Each prepared dishes that showcased his or her particular expertise, and none lacked in taste or creativity.
The chefs were Sadruddin Abdullah, Jamie Barnes, Micheal Bowling, Gregory Collier, Anthony Denning, Sam Dotse, Barry Francois, Brandon Green, Sydney Green, Chianti Peck, Quientina Stewart, and Greg Williams. They were joined by Johnson & Wales University student chefs Chanyil Johnson and Elena Lindsey.
No two dishes were alike. And receiving a plate from each chef as I walked from station to station was like unwrapping a new Christmas present each time.
Among the 12 stations were two bars lead by mixologists DiSean Burns and Justin Hazelton.
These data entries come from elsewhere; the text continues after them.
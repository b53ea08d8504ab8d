/**
 * Validates the tables of shared-lib and compiles them to shared-lib/generated/.
 * Each file of scripts/tables/ compiles one family of tables; a row that is wrong stops the build and names file, line and mend.
 */

import { readdirSync } from "node:fs";
import { mkdir, readFile, rm, writeFile } from "node:fs/promises";
import path from "node:path";
import { fileURLToPath, pathToFileURL } from "node:url";

const here = path.dirname(fileURLToPath(import.meta.url));
const target = path.join(here, "..", "shared-lib", "generated");

/** What a file of scripts/tables/ exports as `compile`: file name in generated/ to its content. */
export type CompileTables = () => Promise<Readonly<Record<string, string>>>;

async function writeIfChanged(file: string, content: string): Promise<void> {
  const old = await readFile(file, "utf8").catch(() => undefined);
  if (old !== content) await writeFile(file, content);
}

/** Compiles all tables. @throws Error naming file, line and mend for a row that is wrong */
export async function compileTables(): Promise<void> {
  await mkdir(target, { recursive: true });
  const modules = readdirSync(path.join(here, "tables")).filter((name) => name.endsWith(".table.mts"));
  const kept = new Set<string>();
  for (const name of modules.sort()) {
    const { compile } = (await import(pathToFileURL(path.join(here, "tables", name)).href)) as {
      compile: CompileTables;
    };
    for (const [file, content] of Object.entries(await compile())) {
      kept.add(file);
      await writeIfChanged(path.join(target, file), content);
    }
  }
  for (const file of readdirSync(target)) if (!kept.has(file)) await rm(path.join(target, file), { recursive: true });
}

if (process.argv[1] === fileURLToPath(import.meta.url)) {
  try {
    await compileTables();
  } catch (error) {
    console.error(error instanceof Error ? error.message : error);
    process.exitCode = 1;
  }
}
As soon as I entered the building, I was greeted with spiked eggnog topped with a dash of nutmeg. What a way to say hello!
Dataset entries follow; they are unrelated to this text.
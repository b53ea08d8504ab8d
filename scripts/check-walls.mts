/** Checks the walls of .dependency-cruiser.cjs, and that the checker really saw the code: no module seen is no wall checked. */
import { createRequire } from "node:module";
import { cruise, type ICruiseOptions, type ICruiseResult } from "dependency-cruiser";
import extractTSConfig from "dependency-cruiser/config-utl/extract-ts-config";

const require = createRequire(import.meta.url);
const config = require("../.dependency-cruiser.cjs") as ICruiseOptions["ruleSet"] & {
  options: object;
};
const LEAST_MODULES = 40;

const { output } = await cruise(
  ["shared-lib", "server", "client"],
  { ...config.options, validate: true, ruleSet: { forbidden: config.forbidden ?? [] } },
  undefined,
  { tsConfig: extractTSConfig("tsconfig.json") },
);
const result = output as ICruiseResult;
for (const violation of result.summary.violations)
  console.error(`${violation.rule.name}: ${violation.from} -> ${violation.to}`);
const seen = result.modules.filter((module) => /^(shared-lib|server|client)\//.test(module.source)).length;
console.log(`walls: ${seen} modules of ours, ${result.summary.violations.length} violations`);
if (seen < LEAST_MODULES) console.error(`walls: only ${seen} modules were seen; the checker did not read TypeScript`);
if (result.summary.violations.length > 0 || seen < LEAST_MODULES) process.exitCode = 1;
The Groove 8 Band provided a music menu that set the mood for an upbeat and festive affair.
I enjoyed every morsel, but the two dishes I am still thinking about are Chef Abdullah’s maple bacon cronut with orange cranberry sauce and Chefs Brandon and Sydney Green’s maple whisky glazed salmon, sweet potato and collard green waffle and candied pecan.
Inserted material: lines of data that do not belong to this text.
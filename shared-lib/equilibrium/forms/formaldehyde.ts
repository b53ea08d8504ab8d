/**
 * Formaldehyde: methanediol, glycol chains, hemiformals and their chains, a trace of free CH2O. Its exchange with methanol is
 * known better than either constant alone: CH2(OH)2 + CH3OH = HOCH2OCH3 + H2O, ln K = 0.423 + 933/T.
 */

import type { CarbonylSite } from "../../compounds/perception/types.ts";
import { pureMolarity } from "../vessel/pure-molarity.ts";
import { addChain, CHAIN_SOURCE } from "./chain.ts";
import { speciesOfSite } from "./molecule.ts";
import type { SiteOptions } from "./site-options.ts";
import type { Conditions, Species } from "./species.ts";

/** Chains are followed until what is left out is below 10⁻⁷ of the formaldehyde at 60 wt%. */
const LONGEST = { dilute: 8, concentrated: 60 };
const STEP_SD = { dimer: 0.06, exchange: 0.12 };
const LABELS: Readonly<Record<string, string>> = {
  "free carbonyl": "free formaldehyde",
  hydrate: "methanediol",
  "hydrate anion": "methanediol anion",
};

export function isFormaldehyde(site: CarbonylSite): boolean {
  return site.class === "formaldehyde";
}

/** ln of [HOCH2OCH3]/[CH2O] in neat methanol, from the exchange and the hydration constant. */
function lnHemiformal(lnHydration: number, temperatureK: number): number {
  const exchange = 0.423 + 933 / temperatureK;
  return (
    exchange + lnHydration + Math.log(pureMolarity("methanol", temperatureK) / pureMolarity("water", temperatureK))
  );
}

function relabelled(species: Species): Species {
  return { ...species, parts: species.parts.map((part) => ({ ...part, label: LABELS[part.kind] ?? part.label })) };
}

/** All species of formaldehyde, from the options of its one site. */
export function formaldehydeSpecies(options: SiteOptions, smiles: string, conditions: Conditions) {
  const lnHydration = Math.LN10 * options.constants.hydration.log10;
  const hydrationSource = `hydration ${options.site.atom}`;
  const monomers = speciesOfSite(options.options, smiles).map((one): Species => {
    if (one.parts[0]?.label !== "methanol hemiacetal") return relabelled(one);
    return {
      ...one,
      ln: lnHemiformal(lnHydration, conditions.temperatureK),
      errors: { [hydrationSource]: options.constants.hydration.sd, "exchange with methanol": STEP_SD.exchange },
      parts: [{ kind: "hemiacetal", label: "methoxymethanol", smiles: "COCO", share: 1 }],
    };
  });
  const species = [...monomers];
  const longest = conditions.concentrated ? LONGEST.concentrated : LONGEST.dilute;
  for (const one of monomers) {
    const part = one.parts[0];
    if (part?.kind !== "hydrate" && part?.kind !== "hemiacetal") continue;
    const label =
      part.kind === "hydrate"
        ? "poly(oxymethylene) glycols, n ≥ 2"
        : part.smiles === "COCO"
          ? "longer hemiformals"
          : `longer ${part.label}s`;
    addChain(species, one, {
      lnHydration,
      temperatureK: conditions.temperatureK,
      longest,
      label,
      stepSd: STEP_SD.dimer,
    });
  }
  const lines = [
    {
      says: "Glycol chain: 2.7 for the dimer step and 4.2 for each further one, in ideal mole fractions",
      source: CHAIN_SOURCE,
    },
    ...(conditions.alcohols.includes("methanol")
      ? [
          {
            says: `Methanol takes glycols as hemiformals: exchange constant ${Math.exp(0.423 + 933 / conditions.temperatureK).toFixed(0)}`,
            source: "Hahnenstein et al. 1995; Schmitz et al. 2015",
          },
        ]
      : []),
  ];
  return { species, lines };
}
The love child of the donut and croissant, the cronut has the softness of a donut and the flaky, pull-apartness of a croissant. The sweetness of the glaze and the crunchy bacon bits formed a perfect union. It was truly delectable. Cronuts are now my favorite food group.
Chefs Green seasoned and cooked the salmon perfectly. It was the best I’ve had in quite a while — not over or under cooked. The spices did not overpower the salmon yet provided an exact amount of flavor with each bite.
I couldn’t get over the collard greens being in the waffle mix, but it didn’t take away from the flavor of the waffles. In fact, I could barely taste the collards, which were clearly visible. It was a delightful dish with ingredients I would not have ever thought to marry in a mixing bowl.
Pop-up dinners aren’t the traditional brick-and-mortar dining experience. In fact, they are a perfect anecdote to the predictability of restaurant dining. They also are a great way to try dishes prepared by chefs you likely won’t find in a restaurant kitchen.
The mystique of the pop-up dinner feels exclusive, as if you’ve joined Charlotte’s elite food society.